Les correctrices savent accorder les noms composés et les participes passés des verbes occasionnellement pronominaux.

Les correctrices ont des opinions complexes et documentées sur l’utilisation du tiret demi-cadratin.

Les correctrices connaissent le nom de chaque fleuve de Sibérie.

Les correcteurs appartiennent à une communauté fermée et solidaire où fourmillent les fortes et originales personnalités; ils se veulent les gardiens scrupuleux de la langue en même temps que les défenseurs vigilants de toutes les libertés et les mainteneurs d’une grande espérance.
(Vianson-Ponté)

La correction est un métier techniquement très exigeant, nécessitant des connaissances pointues en langue, en orthotypographie, en technique professionnelle.

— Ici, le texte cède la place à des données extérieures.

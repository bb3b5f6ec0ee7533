//! The protocol handlers: the standard lifecycle, workbook diagnostics, and
//! our own requests, each a thin caller of [`service`].
//!
//! Every handler body runs in a task of its own, so that a panic in one
//! request becomes an `InternalError` answer instead of ending the server.
//! Analyses run on blocking threads with a [`CancelFlag`]; when the client
//! cancels a request the library drops the handler's future, and the flag,
//! raised on drop, stops the computation itself.

use std::future::Future;
use std::path::Path;
use std::sync::atomic::{AtomicBool, AtomicU64, Ordering};
use std::sync::{Arc, OnceLock};
use std::time::{Duration, Instant};

use serde_json::{json, Value as Json};
use tokio::sync::mpsc;
use tower_lsp_server::jsonrpc::{Error, ErrorCode, Result};
use tower_lsp_server::ls_types::{
    DidChangeWatchedFilesParams, DidCloseTextDocumentParams, DidOpenTextDocumentParams, FileChangeType,
    InitializeParams, InitializeResult, InitializedParams, MessageType, NumberOrString, ProgressToken, Registration,
    ServerCapabilities, ServerInfo, TextDocumentSyncCapability, TextDocumentSyncKind, TextDocumentSyncOptions,
};
use tower_lsp_server::{Client, LanguageServer, LspService};
use workbook_io::ReadError;

use super::documents::{self, DocumentEvent};
use super::from_proto::{self, ParamsError};
use super::planning;
use super::side_channel::{self, Stash};

mod next_plan;
use super::to_proto;
use service::{self, AnalysisRequest, CancelFlag, ServiceError};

Ces compétences sont les fondements pour corriger, contrôler et assurer la meilleure qualité des documents soumis, quelle qu’en soit la forme, imprimée ou numérique.

Les correcteurs corrigent ! Orthographe, syntaxe, règles typographiques, composition, épreuves, tierces… Le champ du métier est vaste et les formes de documents innombrables.

Culture générale, connaissances linguistiques, orthotypographie, techniques professionnelles du prépresse, de l’impression et de la finition permettent à leur œil de lynx impitoyable de repérer toutes les fautes tout en préservant le style des auteurs.
 

Être l i s i b l e

Être compris et lu, c’est être lisible.

Un œil professionnel sera toujours meilleur que celui de votre entourage.
Rédiger sur sa personnalité et ses aptitudes, c'est éclairer le lecteur sur vous-même.
Mon œil mouline jusqu'à extraire le suc de ce qui va vous distinguer. Les entrailles ne passent pas dans la moulinette (!)

L’objectif est de sensibiliser la commission de sélection à vos arguments.

Le style de la lettre fixe la limpidité de l'expression et de la pensée; il engage votre personnalité et votre sens analytique.

L’orthographe est un code qui aide le cerveau à percevoir le sens, c’est un outil incomplet si on l’ampute de la syntaxe.

La composition graphique véhicule le sens. La mise en forme ne doit pas chercher à « faire joli », elle est du domaine de la création et répond à des exigences d’agencement de l’espace.

Le détail typographique envoie des signaux à l’œil (majuscule, largeur de ligne...), place des balises (coupure de mot...). Il n’est pas une affaire de goût personnel.

L’esthétique résulte du travail accompli sur tous les éléments visuels.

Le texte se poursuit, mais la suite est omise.